There are many things that can throw a wrench in the mail delivery process. Before you start troubleshooting, you need to have a grasp of the actual problem, not just what was reported to you. Do not take the word of a non-technical person at face value when they tell you that ’email is down for everyone’. That can have a number of different meanings. You need to ask some questions before you start.
- What is the scope of the problem?
- How many people are affected? Almost as importantly, is there anyone who seems UNaffected and can still receive mail?
- Are users able to send mail between each other inside the company but not send or receive to/from people outside?
- When did it start?
- Are there any error messages or common symptoms that the affected users are seeing?
- Are people at outside companies getting any kind of bounceback message when trying to send email to addresses on the affected domain? See if you can have a copy of one of these bouncebacks forwarded to you if at all possible.
- What was changed? Besides the obvious, that it was working and is now not, something may have been changed. Ask anyone whom you know may have been working on the affected mail server or domain name within the last day or so. Changes to DNS records? firewall rules? spam filter device or spam filtering software on the server? etc. A lot of the time, finding out what was changed will point you toward the cause of your problem.
I would also say that if you are working on a problem for any given mail server or client, you should understand how their mail delivery is configured. If not, you should have someone on hand who does.
On to troubleshooting…
I generally like to take an ‘outside coming in’ approach. I start from the perspective of a mail server out on the Internet trying to deliver mail to the domain for which there is a problem and work my way to the destination mailbox. Here are some of the things that should be checked.

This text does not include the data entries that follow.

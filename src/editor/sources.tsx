// The two figure sources. Live (a draft): the server's figure statuses from the last save (value, staleness, the
// newer run's value), and for a figure inserted or rebound since, the shared extraction over its run fetched here.
// Frozen (a locked version or a briefing): the version's snapshots; embedded tables and plots fetch their run
// when the user may read runs, else they point to the PDF.
import { useQuery } from '@tanstack/react-query';
import { useMemo } from 'react';
import type { LinkedFigureAttrs } from '../../shared/bulletins/document';
import type { FigureSnapshot, FigureStatus } from '../../shared/schemas/bulletins';
import type { Run } from '../../shared/schemas/runs';
import { api } from '../api/client';
import type { RunListResponse } from '../../shared/schemas/runs';
import { runKeys } from '../api/runs';
import { useAppAbility } from '../auth/useAppAbility';
import type { FigureLookup, FigureSource, RunResultLookup } from './FigureSource';
import { previewFigure } from './preview';

export function sameFigure(a: LinkedFigureAttrs, b: LinkedFigureAttrs): boolean {
  return a.runId === b.runId && a.quantity === b.quantity && (a.body ?? null) === (b.body ?? null) && (a.epochTdbJd ?? null) === (b.epochTdbJd ?? null);
}

/** One run's detail (shared cache with the run page), fetched only when enabled and the id is real. */
export function useRunQuery(runId: number, enabled: boolean) {
  return useQuery({
    queryKey: runKeys.detail(runId),
    queryFn: () => api<Run>('GET', `/api/runs/${runId}`),
    enabled: enabled && Number.isFinite(runId) && runId > 0,
    staleTime: 60_000,
  });
}

function useRunResultFrom(runId: number, enabled: boolean, refusal: string): RunResultLookup {
  const q = useRunQuery(runId, enabled);
  if (!enabled) return { state: 'missing', message: refusal };
  if (q.isPending) return { state: 'loading' };
  if (q.isError) return { state: 'missing', message: `Run #${runId} could not be loaded.` };
  if (!q.data.result) return { state: 'missing', message: `Run #${runId} has no result (${q.data.status}).` };
  return { state: 'ok', runId, result: q.data.result, run: q.data };
}

const RUNS_HIDDEN = 'The run behind this block is shown to analysts and reviewers; the PDF of each approved version includes it.';

export function useLiveFigureSource(objectId: number, statuses: FigureStatus[], editable: boolean): FigureSource {
  const canReadRuns = useAppAbility().can('read', 'Run');
  return useMemo<FigureSource>(
    () => ({
      editable,
      objectId,
      useFigure(attrs: LinkedFigureAttrs): FigureLookup {
        const status = statuses.find((s) => sameFigure(s.attrs, attrs));
        const run = useRunQuery(attrs.runId, !status && canReadRuns);
        if (status) {
          if (!status.value) return { state: 'missing', message: status.problem ?? 'No value' };
          return {
            state: 'ok',
            value: status.value,
            newer: status.stale && status.latestRunId !== null ? { runId: status.latestRunId, value: status.latestValue } : null,
          };
        }
        if (!canReadRuns) return { state: 'missing', message: 'Not saved yet' };
        if (run.isPending) return { state: 'loading' };
        if (run.isError) return { state: 'missing', message: `Run #${attrs.runId} could not be loaded.` };
        const p = previewFigure(run.data, attrs);
        if ('error' in p) return { state: 'missing', message: p.error };
        // Staleness of a figure inserted since the last save is known after the next autosave (about a second).
        return { state: 'ok', value: p.value, newer: null };
      },
      useRunResult(runId: number): RunResultLookup {
        return useRunResultFrom(runId, canReadRuns, RUNS_HIDDEN);
      },
      useNewerRun(runId: number): number | null {
        const runs = useQuery({
          queryKey: runKeys.forObject(objectId),
          queryFn: async () => (await api<RunListResponse>('GET', `/api/runs?objectId=${objectId}&limit=20`)).runs,
          enabled: editable && canReadRuns,
        });
        // newest first: the first finished run is the latest
        const latest = runs.data?.find((r) => r.status === 'done')?.id ?? null;
        return editable && latest !== null && latest > runId ? latest : null;
      },
    }),
    [objectId, statuses, editable, canReadRuns],
  );
}

export function useFrozenFigureSource(snapshots: FigureSnapshot[]): FigureSource {
  const ability = useAppAbility();
  const canReadRuns = ability.can('read', 'Run');
  return useMemo<FigureSource>(
    () => ({
      editable: false,
      objectId: null,
      useFigure(attrs: LinkedFigureAttrs): FigureLookup {
        const snap = snapshots.find((s) => sameFigure(s.attrs, attrs));
        return snap ? { state: 'ok', value: snap.value, newer: null } : { state: 'missing', message: 'This figure has no snapshot in the version.' };
      },
      useRunResult(runId: number): RunResultLookup {
        return useRunResultFrom(runId, canReadRuns, RUNS_HIDDEN);
      },
      useNewerRun: () => null,
    }),
    [snapshots, canReadRuns],
  );
}
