let srv: TestServer;
const as: Record<string, ApiClient> = {};
let objectId: number;
let designation: string;

// Codes of this test only (not the demo office's): the table starts with whatever the seed put there.
const SITE_A = { code: 'TQA', name: 'Test site A (invented)', longitudeDeg: 10.5, rhoCosPhi: 0.6, rhoSinPhi: 0.79, geodeticLatitudeDeg: null, heightM: null };
const SITE_B = { code: 'TQB', name: 'Test site B (invented)', longitudeDeg: 300.25, rhoCosPhi: null, rhoSinPhi: null, geodeticLatitudeDeg: -30.2, heightM: 2200 };

beforeAll(async () => {
  srv = await startTestServer();
  Object.assign(as, await signedIn(srv.url));
  const obj = srv.db.select().from(trackedObjects).where(eq(trackedObjects.designation, 'HSO-26-N4')).get()!;
  objectId = obj.id;
  designation = obj.designation;
});
afterAll(() => srv?.close());

/** A small ADES PSV file: one data line per row, columns padded as ADES allows. */
function psv(rows: { stn: string; obsTime: string; ra: string; dec: string; provID?: string; extra?: string }[]): string {
  const head = ['# version=2022', '# observatory', '! mpcCode TQA', '# submitter', '! name Test submitter (invented)'];
  const columns = 'permID |provID     |trkSub |mode|stn |obsTime                 |ra          |dec         |rmsRA|rmsDec|astCat|mag  |band';
  const lines = rows.map((r) => `       |${(r.provID ?? designation).padEnd(11)}|       |CCD |${r.stn.padEnd(4)}|${r.obsTime}|${r.ra.padEnd(12)}|${r.dec.padEnd(12)}|0.35 |0.30  |Gaia3 |19.8 |G`);
  return [...head, columns, ...lines, ''].join('\n');
}
/** Data lines start after the 5 header lines and the column header: row i is on line 7 + i. */
const lineOfRow = (i: number) => 7 + i;

const GOOD_ROWS = [
  { stn: 'TQA', obsTime: '2026-09-01T01:00:00.000Z', ra: '150.100000', dec: '10.200000' },
  { stn: 'TQA', obsTime: '2026-09-01T01:30:00.000Z', ra: '150.110000', dec: '10.210000' },
  { stn: 'TQB', obsTime: '2026-09-03T04:00:00.000Z', ra: '150.400000', dec: '10.500000' },
  { stn: 'TQB', obsTime: '2026-09-05T04:00:00.000Z', ra: '150.700000', dec: '10.800000' },
];

const post = (client: ApiClient, body: unknown) => client.request('POST', `/api/objects/${objectId}/astrometry`, { body });
const counts = () => ({
  batches: srv.db.select({ n: sql<number>`count(*)` }).from(astrometryBatches).where(eq(astrometryBatches.objectId, objectId)).get()!.n,
  observations: srv.db.select({ n: sql<number>`count(*)` }).from(observations).where(eq(observations.objectId, objectId)).get()!.n,
});

async function multipart(client: ApiClient, parts: { text: string; name: string; field?: string }) {
  const form = new FormData();
  form.append(parts.field ?? 'file', new Blob([parts.text]), parts.name);
  const res = await fetch(`${srv.url}/api/objects/${objectId}/astrometry`, {
    method: 'POST',
    headers: { cookie: client.cookieHeader(), 'x-csrf-token': client.csrfToken ?? (await client.fetchCsrf()), accept: 'application/json' },
    body: form,
  });
  return { status: res.status, body: (await res.json()) as any };
}

describe('observatories', () => {
  it('the administrator adds them (201); a second one with the same code is 409', async () => {
    for (const site of [SITE_A, SITE_B]) {
      const res = await as.admin.request('POST', '/api/observatories', { body: site });
      expect(res.status, JSON.stringify(res.body)).toBe(201);
      expect(observatoryRowSchema.parse(res.body)).toMatchObject({ ...site, observationCount: 0 });
    }
    const again = await as.admin.request('POST', '/api/observatories', { body: { ...SITE_A, name: 'Other' } });
    expect(again.status).toBe(409);
    expect(again.body.error.message).toContain('TQA');
  });

  it('bad fields are 422 with zod\'s messages, field by field', async () => {
    const res = await as.admin.request('POST', '/api/observatories', { body: { ...SITE_A, code: 'TQX', longitudeDeg: 400 } });
    expect(res.status).toBe(422);
    expect(res.body.error.details.issues).toContainEqual({ in: 'body', path: 'longitudeDeg', message: 'Longitude must be in [0, 360) degrees east' });
    // both pairs of position fields given: the schema's own message
    const both = await as.admin.request('POST', '/api/observatories', { body: { ...SITE_A, code: 'TQX', geodeticLatitudeDeg: 10, heightM: 5 } });
    expect(both.status).toBe(422);
    expect(both.body.error.details.issues.map((i: { message: string }) => i.message)).toContain('Give either both parallax constants or the geodetic latitude and height');
    const code = await as.admin.request('POST', '/api/observatories', { body: { ...SITE_A, code: 'T-Q' } });
    expect(code.status).toBe(422);
    expect(code.body.error.details.issues[0]).toMatchObject({ path: 'code', message: 'Code: 1 to 8 letters or digits' });
  });

  it('PUT replaces name and position; the code cannot change', async () => {
    const res = await as.admin.request('PUT', '/api/observatories/TQA', { body: { ...SITE_A, name: 'Test site A, renamed' } });
    expect(res.status).toBe(200);
    expect(res.body.name).toBe('Test site A, renamed');
    const moved = await as.admin.request('PUT', '/api/observatories/TQA', { body: { ...SITE_A, code: 'TQZ' } });
    expect(moved.status).toBe(422);
    expect(moved.body.error.message).toMatch(/cannot change/);
    expect((await as.admin.request('PUT', '/api/observatories/NOPE1', { body: { ...SITE_A, code: 'NOPE1' } })).status).toBe(404);
  });

  it('analysts and reviewers read the table; only the administrator changes it; communications and liaison see none', async () => {
    for (const role of ['analyst', 'reviewer', 'admin']) {
      const res = await as[role].get('/api/observatories');
      expect(res.status, role).toBe(200);
      expect(res.body.observatories.map((o: { code: string }) => o.code)).toEqual(expect.arrayContaining(['TQA', 'TQB']));
    }
    for (const role of ['communications', 'liaison']) expect((await as[role].get('/api/observatories')).status, role).toBe(403);
    for (const role of ['analyst', 'reviewer', 'communications', 'liaison']) {
      expect((await as[role].request('POST', '/api/observatories', { body: { ...SITE_A, code: 'TQY' } })).status, role).toBe(403);
      expect((await as[role].request('DELETE', '/api/observatories/TQB')).status, role).toBe(403);
    }
  });
});

describe('astrometry uploads', () => {
  it('a good file (JSON body) is stored: batch with the raw text and its SHA-256, one row per line', async () => {
    const text = psv(GOOD_ROWS);
    const res = await post(as.analyst, { fileName: 'first.psv', text });
    expect(res.status, JSON.stringify(res.body)).toBe(201);
    const body = uploadAstrometryResultSchema.parse(res.body);
    expect(body.added).toBe(4);
    expect(body.duplicates).toEqual([]);
    expect(body.batch).toMatchObject({ fileName: 'first.psv', observationCount: 4, duplicatesSkipped: 0, createdByName: DEMO_USERS.find((u) => u.role === 'analyst')!.name });
    const stored = srv.db.select().from(astrometryBatches).where(eq(astrometryBatches.id, body.batch.id)).get()!;
    expect(stored.rawText).toBe(text);
    // SHA-256 of the UTF-8 bytes (FIPS 180-4), computed here independently
    const { createHash } = await import('node:crypto');
    expect(body.batch.sha256).toBe(createHash('sha256').update(Buffer.from(text, 'utf8')).digest('hex'));

    const list = astrometryListSchema.parse((await as.reviewer.get(`/api/objects/${objectId}/astrometry`)).body);
    expect(list.observations.map((o) => [o.line, o.stn, o.raDeg, o.decDeg])).toEqual(GOOD_ROWS.map((r, i) => [lineOfRow(i), r.stn, Number(r.ra), Number(r.dec)]));
    expect(list.observations[0]).toMatchObject({ rmsRaArcsec: 0.35, rmsDecArcsec: 0.3, astCat: 'Gaia3', mag: 19.8, band: 'G', mode: 'CCD', excluded: false, excludedReason: null });
    // obsTime 2026-09-01T01:00Z as TDB days since J2000: JD(UTC) 2461284.541667 - 2451545.0 plus TT-UTC 69.184 s
    // (37 leap seconds + 32.184 s, IERS Bulletin C) and TDB-TT < 2 ms; Fliegel & van Flandern JD algorithm.
    expect(list.observations[0].obsTimeTdbDays).toBeCloseTo(9739.541667 + 69.184 / 86400, 5);
  });

  it('a bad file is 422 INVALID_ASTROMETRY naming each bad line and field, and nothing is stored', async () => {
    const before = counts();
    const rows = [
      { stn: 'TQA', obsTime: '2026-09-07T01:00:00.000Z', ra: '150.9', dec: '11.0' },
      { stn: 'TQA', obsTime: '2026-09-07T01:20:00.000Z', ra: '361.5', dec: '11.0' }, // ra out of [0, 360)
      { stn: 'TQA', obsTime: '2026-09-07T01:40:00.000Z', ra: '151.0', dec: '95.0' }, // dec out of [-90, 90]
      { stn: 'TQA', obsTime: '2026-13-07T01:40:00.000Z', ra: '151.0', dec: '11.0' }, // month 13
    ];
    const res = await post(as.analyst, { fileName: 'bad.psv', text: psv(rows) });
    expect(res.status).toBe(422);
    expect(errorBodySchema.safeParse(res.body).success).toBe(true);
    expect(res.body.error.code).toBe('INVALID_ASTROMETRY');
    const issues = res.body.error.issues as { line: number; field: string | null; message: string }[];
    expect(issues.map((i) => [i.line, i.field])).toEqual([
      [lineOfRow(1), 'ra'],
      [lineOfRow(2), 'dec'],
      [lineOfRow(3), 'obsTime'],
    ]);
    expect(res.body.error.details.issues).toEqual(issues);
    expect(res.body.error.message).toMatch(/nothing was stored/);
    expect(counts()).toEqual(before);
  });

  it('a JSON upload larger than the 1 MB API body limit is read (this path allows 6 MB); larger bodies are refused', async () => {
    const before = counts();
    // ADES PSV allows padding blanks around values: one bad value padded to 1.5 MB must reach the parser (422 with
    // its line), not be cut off by the body limit.
    const padded = `361.5${' '.repeat(1_500_000)}`;
    const rows = [{ stn: 'TQA', obsTime: '2026-09-08T01:00:00.000Z', ra: padded, dec: '11.0' }];
    const res = await post(as.analyst, { text: psv(rows) });
    expect(res.status).toBe(422);
    expect(res.body.error.issues.map((i: { line: number; field: string | null }) => [i.line, i.field])).toEqual([[lineOfRow(0), 'ra']]);
    const huge = await post(as.analyst, { text: 'x'.repeat(7_000_000) });
    expect(huge.status).toBeGreaterThanOrEqual(400);
    expect(huge.status).toBeLessThan(500);
    expect(counts()).toEqual(before);
  });

  it('an observatory not in the table is an issue with its line and code; nothing is stored', async () => {
    const before = counts();
    const rows = [
      { stn: 'TQA', obsTime: '2026-09-09T01:00:00.000Z', ra: '151.2', dec: '11.3' },
      { stn: 'ZZ9', obsTime: '2026-09-09T01:30:00.000Z', ra: '151.3', dec: '11.4' },
    ];
    const res = await post(as.analyst, { text: psv(rows) });
    expect(res.status).toBe(422);
    expect(res.body.error.issues).toEqual([{ line: lineOfRow(1), field: 'stn', message: expect.stringContaining("Observatory 'ZZ9' is not in the office's table") }]);
    expect(res.body.error.message).toContain(`line ${lineOfRow(1)}`);
    expect(counts()).toEqual(before);
  });

  it('observations of another object are refused (designation in provID)', async () => {
    const res = await post(as.analyst, { text: psv([{ stn: 'TQA', obsTime: '2026-09-10T01:00:00.000Z', ra: '151.2', dec: '11.3', provID: 'HSO-99-X9' }]) });
    expect(res.status).toBe(422);
    expect(res.body.error.issues[0]).toMatchObject({ line: lineOfRow(0), field: 'provID' });
  });

  it('lines already stored for the object are skipped and listed; the new ones are added (multipart upload)', async () => {
    const before = counts();
    const newRow = { stn: 'TQB', obsTime: '2026-09-08T03:00:00.000Z', ra: '151.000000', dec: '11.100000' };
    const existing = srv.db.select().from(observations).where(eq(observations.objectId, objectId)).all();
    const res = await multipart(as.analyst, { text: psv([GOOD_ROWS[1], newRow, GOOD_ROWS[3]]), name: 'second.psv' });
    expect(res.status, JSON.stringify(res.body)).toBe(201);
    const body = uploadAstrometryResultSchema.parse(res.body);
    expect(body.added).toBe(1);
    const idOf = (r: (typeof GOOD_ROWS)[number]) => existing.find((e) => e.stn === r.stn && e.obsTime === r.obsTime)!.id;
    expect(body.duplicates).toEqual([
      { line: lineOfRow(0), stn: 'TQA', obsTime: GOOD_ROWS[1].obsTime, existingId: idOf(GOOD_ROWS[1]) },
      { line: lineOfRow(2), stn: 'TQB', obsTime: GOOD_ROWS[3].obsTime, existingId: idOf(GOOD_ROWS[3]) },
    ]);
    expect(body.batch).toMatchObject({ fileName: 'second.psv', observationCount: 1, duplicatesSkipped: 2 });
    expect(counts()).toEqual({ batches: before.batches + 1, observations: before.observations + 1 });
  });

  it('the same instant written with fewer decimals is the same observation (station + instant to the ms)', async () => {
    const res = await post(as.analyst, { text: psv([{ ...GOOD_ROWS[0], obsTime: '2026-09-01T01:00:00Z' }]) });
    expect(res.status).toBe(201);
    expect(res.body.added).toBe(0);
    expect(res.body.duplicates).toHaveLength(1);
  });

  it('multipart without a file, or in the wrong field, is refused with the reason', async () => {
    const res = await multipart(as.analyst, { text: psv(GOOD_ROWS), name: 'x.psv', field: 'ades' });
    expect(res.status).toBe(422);
    expect(res.body.error.code).toBe('INVALID_ASTROMETRY');
    expect(res.body.error.issues[0].message).toMatch(/multipart field "file"/);
  });

  it('only analysts upload; reviewers and admins read; communications and liaison see nothing', async () => {
    for (const role of ['reviewer', 'admin', 'communications', 'liaison']) expect((await post(as[role], { text: psv(GOOD_ROWS) })).status, role).toBe(403);
    for (const role of ['communications', 'liaison']) expect((await as[role].get(`/api/objects/${objectId}/astrometry`)).status, role).toBe(403);
    expect((await as.analyst.get('/api/objects/999999/astrometry')).status).toBe(404);
  });
});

1. MX records. First, you should know what the MX records SHOULD be under normal circumstances. Then, you can use online tools such as MXToolbox or Hexillion.com to find out what the MX records are currently. If the primary MX record is ‘mail.domainname.com’, ping that address from outside the network that contains the affected mail server and see what IP address is resolved. Keep that IP address handy for the next step.
2. Check the firewall. Are there access and NAT rules in place to allow SMTP traffic to come through the firewall to the appropriate server? What is the external address of the mail server or spam filter as configured on the firewall? Does it match the IP address you found in step 1?
3. Is the server or spam filter listening on TCP port 25? From outside the network, run a “telnet <mail server external IP address> 25” command. Do you get a response? Keep in mind that firewall rules may only allow incoming SMTP connections (port 25) from specific IP addresses on the outside. Therefore, if this test fails, that doesn’t necessarily mean that you have found the problem. Try to telnet to port 25 on the server or spam filter from a computer on the same network to see if it responds.
4. Check the spam filter queue and logs. Oftentimes, a separate spam filtering device or server running spam filtering software will be the entry point for mail into your network. If you have already checked and verified that this device is at least accepting requests on port 25, now go look and see if there is a queue on it that is filling up with mail. In addition, check any logs which are available. Can you tell if this device is accepting, processing, then delivering mail to the destination Exchange/Sendmail/Postfix server?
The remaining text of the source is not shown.